__What the task requires__: The lines to find are those in the entries that hold the word "groupfit"; copy every one of them.
____________________
public:
    double log_tail_direct(double x, double* rel_err = nullptr) const {
        if (x <= 0 && two_sided_) {
            if (rel_err) *rel_err = 0;
            return 0.0;  // P(max |T| > x) = 1
        }
        const bool tilt = x > 0;
        // Given Y = y the tail mass of comparison i sits near y = +-lambda_i x with
        // sd sigma_i <= 1 under the phi(y) envelope: 9.5 beyond the outermost
        // centre leaves less than e^-45 of it.
        const double y_max = (tilt ? reach_ * x : 0.0) + 9.5;
        // Scratch kept between calls (this is called hundreds of times per
        // probability): no allocation after the first call.
        std::vector<double>& cuts = cuts_;
        std::vector<double>& pts = pts_;
        cuts.assign({-y_max, y_max, 0.0});
        if (tilt) {
            for (double l : lam_) {
                cuts.push_back(l * x);
                if (two_sided_) cuts.push_back(-l * x);
            }
        }
        std::sort(cuts.begin(), cuts.end());
        pts.clear();
        for (double c : cuts) {
            c = std::clamp(c, -y_max, y_max);
            if (pts.empty() || c - pts.back() > 0.25) pts.push_back(c);
        }
        pts.back() = y_max;
        auto f = [&](double y) { return integrand(y, x, tilt); };
        integral r = gk(f, pts, 1e-11, 300);
        if (rel_err) *rel_err = r.value > 0 ? r.error / r.value : 0.0;
        return std::log(r.value);
    }

    /// log P(max > c) (two-sided: |T_i|) with the relative error estimate.
    std::pair<double, double> log_upper(double c, double df) const {
        if (two_sided_ && c <= 0) return {0.0, 0.0};
        if (std::isinf(df)) {
            double e = 0;
            double v = log_tail(c, &e);
            return {c > 0 ? v - 0.5 * c * c : v, e};
        }
        double max_inner = 0;
        auto lh = [&](double x) {
            double e = 0;
            double v = log_tail(x, &e);
            max_inner = std::max(max_inner, e);
            return v;
        };
        const double log_bound = std::log(2.0 * size()) + 1;
        std::pair<double, double> r;
        if (c > 0) {
            r = tilted_outer(df, c * c / df, c * std::sqrt(2 / (df + c * c)), lh, log_bound);
        } else {
            // One-sided with c <= 0: no tilt, H >= 1/2.
            r = tilted_outer(df, 0.0, c * std::sqrt(2 / df), lh, 0.0);
        }
        r.second += max_inner;
        return r;
    }

private:
    double integrand(double y, double x, bool tilt) const {
        // e_i = P(comparison i beyond x | Y = y); complement C = 1 - prod(1 - e_i).
        double log_inside = 0, e_sum = 0;
        for (std::size_t i = 0; i < lam_.size(); ++i) {
            const double l = lam_[i], s = sig_[i], mult = mult_[i];
            const double a = (x - l * y) / s;  // upper standardized limit
            double ep = 0.5 * std::erfc(a * inv_sqrt2);
            double e = ep, em = 0;
            if (two_sided_) {
                const double b = (x + l * y) / s;  // -(lower standardized limit)
                em = 0.5 * std::erfc(b * inv_sqrt2);
                e += em;
            }
            e_sum += mult * e;
            if (e < 0.5) {
                log_inside += mult * std::log1p(-e);
            } else if (!two_sided_) {
                log_inside += mult * std::log(0.5 * std::erfc(-a * inv_sqrt2));
            } else {
                const double b = -(x + l * y) / s;  // lower limit, b < a
                double d;
                if (b >= 0) d = 0.5 * (std::erfc(b * inv_sqrt2) - std::erfc(a * inv_sqrt2));
                else if (a <= 0) d = 0.5 * (std::erfc(-a * inv_sqrt2) - std::erfc(-b * inv_sqrt2));
                else d = 1 - e;
                log_inside += mult * std::log(d);
            }
        }
        const double comp = -std::expm1(log_inside);
        if (!tilt) return std::exp(-0.5 * y * y - ln_sqrt_2pi) * comp;
        if (x <= 25) return std::exp(0.5 * x * x - 0.5 * y * y - ln_sqrt_2pi) * comp;
        // Far tail: e^{x^2/2} phi(y) e_i written around its centre y = +-lambda_i x:
        //   e^{x^2/2} phi(y) Q(a) = exp(-(y - l x)^2 / (2 s^2)) M(a) / (2 pi).
        double scaled = 0;
        for (std::size_t i = 0; i < lam_.size(); ++i) {
            const double l = lam_[i], s = sig_[i];
            double d = (y - l * x) / s;
            double t = std::exp(-0.5 * d * d - ln_2pi + log_mills((x - l * y) / s));
            if (two_sided_) {
                d = (y + l * x) / s;
                t += std::exp(-0.5 * d * d - ln_2pi + log_mills((x + l * y) / s));
            }
            scaled += mult_[i] * t;
        }
        return e_sum > 0 ? scaled * (comp / e_sum) : scaled;
    }

    bool two_sided_;
    std::size_t m_ = 0;
    double reach_ = 0;                       // max |lambda_i|
    std::vector<double> lam_, sig_, mult_;  // distinct lambda_i, sigma_i, multiplicities
};

dunnett_result product_upper(const dunnett_product& d, double c, double df) {
    if (!valid_df(df) || std::isnan(c)) return {nan, nan, method_product};
    if (std::isinf(c)) return {c > 0 ? 0.0 : 1.0, 0.0, method_product};
    auto [lp, rel] = d.log_upper(c, df);
    double p = std::exp(lp);
    return {p, p * rel + 1e-15, method_product};
}

dunnett_result product_upper(double c, const Eigen::VectorXd& lambda, double df, dunnett_sides sides) {
    dunnett_product d(lambda, sides == dunnett_sides::two_sided);
    if (!valid_df(df) || std::isnan(c)) return {nan, nan, method_product};
    if (std::isinf(c)) return {c > 0 ? 0.0 : 1.0, 0.0, method_product};
    auto [lp, rel] = d.log_upper(c, df);
    double p = std::exp(lp);
    return {p, p * rel + 1e-15, method_product};
}

// ---------------------------------------------------------------------------
// Dunnett: general correlation by randomized QMC (Genz 1992; Genz & Bretz 2002)
// ---------------------------------------------------------------------------

void check_corr(const Eigen::MatrixXd& corr) {
    if (corr.rows() != corr.cols() || corr.rows() == 0)
        throw groupfit::error("dunnett: the correlation matrix must be square and not empty");
    for (Eigen::Index i = 0; i < corr.rows(); ++i) {
        if (std::fabs(corr(i, i) - 1) > 1e-12)
            throw groupfit::error("dunnett: the correlation matrix must have a unit diagonal");
        for (Eigen::Index j = 0; j < i; ++j) {
            if (!(std::fabs(corr(i, j) - corr(j, i)) <= 1e-12 && std::fabs(corr(i, j)) <= 1))
                throw groupfit::error("dunnett: the correlation matrix must be symmetric with entries in [-1, 1]");
        }
    }
}

/// P(-c < T_i < c for all i) (two-sided) or P(T_i < c for all i), estimated
/// as the exact product-form probability for `control` (a lambda close to the
/// matrix's own structure) plus a QMC estimate of the difference: both
/// integrands are evaluated at the same points with the same variable order,
/// so the difference has a small variance when corr is close to product form
/// (a control variate; the estimator stays unbiased for any control).
class qmc_mvt {
public:
    qmc_mvt(const Eigen::MatrixXd& corr, double df, double c, bool two_sided,
            const Eigen::VectorXd& control)
        : m_(corr.rows()), df_(df) {
        // Cholesky with Genz-Bretz ordering (smallest expected interval first).
        Eigen::MatrixXd r = corr;
        std::vector<int> order(m_);
        for (int i = 0; i < m_; ++i) order[i] = i;
        std::vector<double> lo(m_, two_sided ? -c : -inf), hi(m_, c);
        l_ = Eigen::MatrixXd::Zero(m_, m_);
        std::vector<double> y(m_, 0.0);
        for (int i = 0; i < m_; ++i) {
            int best = i;
            double best_p = inf;
            for (int j = i; j < m_; ++j) {
                double v = r(j, j);
                for (int t = 0; t < i; ++t) v -= l_(j, t) * l_(j, t);
                if (v <= 0) continue;
                double sd = std::sqrt(v), mu = 0;
                for (int t = 0; t < i; ++t) mu += l_(j, t) * y[t];
                double p = norm_cdf((hi[j] - mu) / sd) - norm_cdf((lo[j] - mu) / sd);
                if (p < best_p) {
                    best_p = p;
                    best = j;
                }
            }
            if (best != i) {
                r.row(i).swap(r.row(best));
                r.col(i).swap(r.col(best));
                l_.row(i).swap(l_.row(best));
                std::swap(lo[i], lo[best]);
                std::swap(hi[i], hi[best]);
                std::swap(order[i], order[best]);
            }
            double v = r(i, i);
            for (int t = 0; t < i; ++t) v -= l_(i, t) * l_(i, t);
            if (!(v > 1e-14))
                throw groupfit::error("dunnett: the correlation matrix must be positive definite");
            l_(i, i) = std::sqrt(v);
            for (int j = i + 1; j < m_; ++j) {
                double s = r(j, i);
                for (int t = 0; t < i; ++t) s -= l_(j, t) * l_(i, t);
                l_(j, i) = s / l_(i, i);
            }
            // Expected value of the truncated normal on the chosen interval.
            double mu = 0;
            for (int t = 0; t < i; ++t) mu += l_(i, t) * y[t];
            double a = (lo[i] - mu) / l_(i, i), b = (hi[i] - mu) / l_(i, i);
            double pa = norm_cdf(a), pb = norm_cdf(b);
            double da = std::isinf(a) ? 0 : std::exp(-0.5 * a * a - ln_sqrt_2pi);
            double db = std::isinf(b) ? 0 : std::exp(-0.5 * b * b - ln_sqrt_2pi);
            y[i] = pb - pa > 1e-300 ? (da - db) / (pb - pa) : (std::isinf(a) ? b : a);
        }
        lo_ = lo;
        hi_ = hi;
        // The control's correlation in the same order.
        Eigen::MatrixXd rc(m_, m_);
        for (int i = 0; i < m_; ++i)
            for (int j = 0; j < m_; ++j)
                rc(i, j) = i == j ? 1.0 : control[order[i]] * control[order[j]];
        lc_ = rc.llt().matrixL();
        dim_ = (m_ - 1) + (std::isinf(df) ? 0 : 1);
        // Richtmyer generators: fractional parts of square roots of primes.
        int p = 2;
        while (static_cast<int>(gen_.size()) < dim_) {
            bool prime = true;
            for (int d = 2; d * d <= p; ++d) if (p % d == 0) { prime = false; break; }
            if (prime) gen_.push_back(std::fmod(std::sqrt(double(p)), 1.0));
            ++p;
        }
    }

    /// Estimate with its 99.9% error bound. The points of each shift
    /// form a Kronecker sequence, so doubling their number only adds points;
    /// doubling stops when the error is below tol or the budget of integrand
    /// evaluations is spent. points_used returns the number of points per
    /// shift; a fixed number can be imposed (common random numbers across
    /// calls, as the quantile search needs).
    std::pair<double, double> estimate(double tol, long fixed_points = 0, long* points_used = nullptr) const {
        constexpr int shifts = 16;
        // Half-width of a 99.9% confidence interval from 16 shift means: the
        // Student t quantile with 15 df (3 standard errors would be exceeded
        // about 1% of the time with this few shifts).
        static const double t999 =
            bm::quantile(bm::students_t_distribution<double, policy>(shifts - 1), 0.9995);
        constexpr long budget = 2000000;
        std::mt19937_64 rng(20240611);  // fixed seed: deterministic results
        std::uniform_real_distribution<double> unif(0.0, 1.0);
        std::vector<std::vector<double>> shift(shifts, std::vector<double>(dim_));
        for (auto& v : shift)
            for (auto& x : v) x = unif(rng);
        std::vector<double> acc(shifts, 0.0), w(dim_), w2(dim_), y(m_);
        auto point = [&](const std::vector<double>& u) {
            double s = 1;
            int d0 = 0;
            if (!std::isinf(df_)) {
                s = std::sqrt(2 * bm::gamma_p_inv(df_ / 2, std::clamp(u[0], 1e-16, 1 - 1e-16), fast_policy()) / df_);
                d0 = 1;
            }
            return sov(l_, u, d0, s, y) - sov(lc_, u, d0, s, y);
        };
        long done = 0, target = fixed_points > 0 ? fixed_points : 1024;
        std::pair<double, double> res{nan, nan};
        for (;;) {
            for (int s = 0; s < shifts; ++s) {
                for (long j = done + 1; j <= target; ++j) {
                    for (int d = 0; d < dim_; ++d) {
                        double x = j * gen_[d] + shift[s][d];
                        x -= std::floor(x);
                        w[d] = std::fabs(2 * x - 1);  // baker's transform
                        w2[d] = 1 - w[d];             // antithetic point
                    }
                    acc[s] += 0.5 * (point(w) + point(w2));
                }
            }
            done = target;
            double sum = 0, sum2 = 0;
            for (double a : acc) {
                sum += a / done;
                sum2 += (a / done) * (a / done);
            }
            const double mean = sum / shifts;
            const double var = std::max(0.0, (sum2 - shifts * mean * mean) / (shifts - 1));
            res = {mean, t999 * std::sqrt(var / shifts)};
            if (points_used) *points_used = done;
            if (fixed_points > 0 || res.second <= tol || 2 * (2 * done) * shifts > budget) break;
            target = 2 * done;
        }
        return res;
    }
____________________
__Solution for this task__:
        throw groupfit::error("dunnett: the correlation matrix must be square and not empty");
            throw groupfit::error("dunnett: the correlation matrix must have a unit diagonal");
                throw groupfit::error("dunnett: the correlation matrix must be symmetric with entries in [-1, 1]");
                throw groupfit::error("dunnett: the correlation matrix must be positive definite");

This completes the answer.